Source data

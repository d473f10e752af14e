"""shotcheck detector: evaluate impulse records and compare reduced- and full-level shots.

Public entry points
-------------------
Record, Channel
    The data model (:mod:`detector.record`).
read, write
    File formats by suffix (:mod:`detector.formats`).
evaluate_waveshape
    IEC 60060-1 wave-shape parameters (:mod:`detector.waveshape`).
"""

from ._validation import FormatError, RecordError, ShotcheckError
from .record import Channel, Record

__version__ = "0.1.0"

__all__ = ["Channel", "Record", "ShotcheckError", "RecordError", "FormatError", "__version__"]
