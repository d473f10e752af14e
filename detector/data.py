"""Built-in example records of an invented unit, for the quick start, docstrings and tests.

The unit is invented: a 40 MVA, 132 kV class transformer, serial ``KR-2291-07``, tested at the
(invented) Kestrel Ridge high-voltage laboratory, terminal ``1U``, BIL 550 kV.

Examples
--------
>>> from detector.data import example_record
>>> r = example_record("full")
>>> r.meta["unit_id"]
'KR-2291-07'
"""

from __future__ import annotations

import numpy as np

from ._validation import check_option
from .record import Channel, Record

__all__ = ["example_record", "EXAMPLE_META"]

EXAMPLE_META = {
    "unit_id": "KR-2291-07",
    "terminal": "1U",
    "lab": "Kestrel Ridge HV laboratory (invented)",
}

# Double-exponential time constants of the 1.2/50 us wave (Kuffel, Zaengl & Kuffel, High Voltage
# Engineering: Fundamentals, 2nd ed., table of impulse wave constants; recalled).
_TAU1_S = 68.22e-6
_TAU2_S = 0.405e-6


def example_record(kind: str = "full", *, seed: int = 7) -> Record:
    """Return an invented, digitised lightning-impulse record.

    The voltage is a negative 1.2/50 us double exponential of about 550 kV extreme value, sampled at
    100 MS/s for 120 us with a 10 us pre-trigger, quantised to 12 bits over +/-700 kV with half an LSB
    of white noise. The neutral current is that of a simple RC branch driven by the voltage; it is a
    plausible shape, not a winding simulation.

    Parameters
    ----------
    kind : {'full', 'chopped'}
        ``'chopped'`` collapses the voltage at 4 us after the virtual origin over about 150 ns.
    seed : int
        Seed of the noise generator.

    Returns
    -------
    Record
        Channels ``'U'`` (voltage, source unit kV) and ``'I_N'`` (current, source unit A).
    """
    check_option("kind", kind, ("full", "chopped"))
    rng = np.random.default_rng(seed)
    dt = 1e-8
    pre = 10e-6
    t = np.arange(12000) * dt - pre
    tt = np.clip(t, 0.0, None)
    shape = np.exp(-tt / _TAU1_S) - np.exp(-tt / _TAU2_S)
    v = -550e3 * shape / shape.max()
    if kind == "chopped":
        t_chop = 4.0e-6
        collapse = 0.5 * (1 + np.tanh((t - t_chop) / 40e-9))
        v = v * (1 - collapse)
    # neutral current: capacitive charging spike plus a resistive part (RC branch, invented values)
    dv = np.gradient(v, dt)
    i = 2e-9 * dv * 0.02 + v / 4.0e3
    lsb_v = 1.4e6 / 2**12
    lsb_i = 400.0 / 2**12
    v_q = np.round((v + rng.normal(0, 0.5 * lsb_v, v.size)) / lsb_v) * lsb_v
    i_q = np.round((i + rng.normal(0, 0.5 * lsb_i, i.size)) / lsb_i) * lsb_i
    meta = dict(EXAMPLE_META, shot_kind="chopped" if kind == "chopped" else "full", level_percent=100.0,
                shot_id=f"example-{kind}")
    return Record(
        start_time_s=float(t[0]),
        sample_interval_s=dt,
        channels=(Channel("U", "voltage", v_q, "kV"), Channel("I_N", "current", i_q, "A")),
        meta=meta,
        source=f"example:{kind}",
    )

- **About this task**: Each record above needs to be reproduced exactly as written.

- **Exercise response**:
repository d473f10e752af14e
"""shotcheck detector: evaluate impulse records and compare reduced- and full-level shots.

Public entry points
-------------------
Record, Channel
    The data model (:mod:`detector.record`).
read, write
    File formats by suffix (:mod:`detector.formats`).
evaluate_waveshape
    IEC 60060-1 wave-shape parameters (:mod:`detector.waveshape`).
"""

from ._validation import FormatError, RecordError, ShotcheckError
from .record import Channel, Record

__version__ = "0.1.0"

__all__ = ["Channel", "Record", "ShotcheckError", "RecordError", "FormatError", "__version__"]
repository d473f10e752af14e
filename detector/data.py
"""Built-in example records of an invented unit, for the quick start, docstrings and tests.

The unit is invented: a 40 MVA, 132 kV class transformer, serial ``KR-2291-07``, tested at the
(invented) Kestrel Ridge high-voltage laboratory, terminal ``1U``, BIL 550 kV.

Examples
--------
>>> from detector.data import example_record
>>> r = example_record("full")
>>> r.meta["unit_id"]
'KR-2291-07'
"""

from __future__ import annotations

import numpy as np

from ._validation import check_option
from .record import Channel, Record

__all__ = ["example_record", "EXAMPLE_META"]

EXAMPLE_META = {
    "unit_id": "KR-2291-07",
    "terminal": "1U",
    "lab": "Kestrel Ridge HV laboratory (invented)",
}

# Double-exponential time constants of the 1.2/50 us wave (Kuffel, Zaengl & Kuffel, High Voltage
# Engineering: Fundamentals, 2nd ed., table of impulse wave constants; recalled).
_TAU1_S = 68.22e-6
_TAU2_S = 0.405e-6


def example_record(kind: str = "full", *, seed: int = 7) -> Record:
    """Return an invented, digitised lightning-impulse record.

    The voltage is a negative 1.2/50 us double exponential of about 550 kV extreme value, sampled at
    100 MS/s for 120 us with a 10 us pre-trigger, quantised to 12 bits over +/-700 kV with half an LSB
    of white noise. The neutral current is that of a simple RC branch driven by the voltage; it is a
    plausible shape, not a winding simulation.

    Parameters
    ----------
    kind : {'full', 'chopped'}
        ``'chopped'`` collapses the voltage at 4 us after the virtual origin over about 150 ns.
    seed : int
        Seed of the noise generator.

    Returns
    -------
    Record
        Channels ``'U'`` (voltage, source unit kV) and ``'I_N'`` (current, source unit A).
    """
    check_option("kind", kind, ("full", "chopped"))
    rng = np.random.default_rng(seed)
    dt = 1e-8
    pre = 10e-6
    t = np.arange(12000) * dt - pre
    tt = np.clip(t, 0.0, None)
    shape = np.exp(-tt / _TAU1_S) - np.exp(-tt / _TAU2_S)
    v = -550e3 * shape / shape.max()
    if kind == "chopped":
        t_chop = 4.0e-6
        collapse = 0.5 * (1 + np.tanh((t - t_chop) / 40e-9))
        v = v * (1 - collapse)
    # neutral current: capacitive charging spike plus a resistive part (RC branch, invented values)
    dv = np.gradient(v, dt)
    i = 2e-9 * dv * 0.02 + v / 4.0e3
    lsb_v = 1.4e6 / 2**12
    lsb_i = 400.0 / 2**12
    v_q = np.round((v + rng.normal(0, 0.5 * lsb_v, v.size)) / lsb_v) * lsb_v
    i_q = np.round((i + rng.normal(0, 0.5 * lsb_i, i.size)) / lsb_i) * lsb_i
    meta = dict(EXAMPLE_META, shot_kind="chopped" if kind == "chopped" else "full", level_percent=100.0,
                shot_id=f"example-{kind}")
    return Record(
        start_time_s=float(t[0]),
        sample_interval_s=dt,
        channels=(Channel("U", "voltage", v_q, "kV"), Channel("I_N", "current", i_q, "A")),
        meta=meta,
        source=f"example:{kind}",
    )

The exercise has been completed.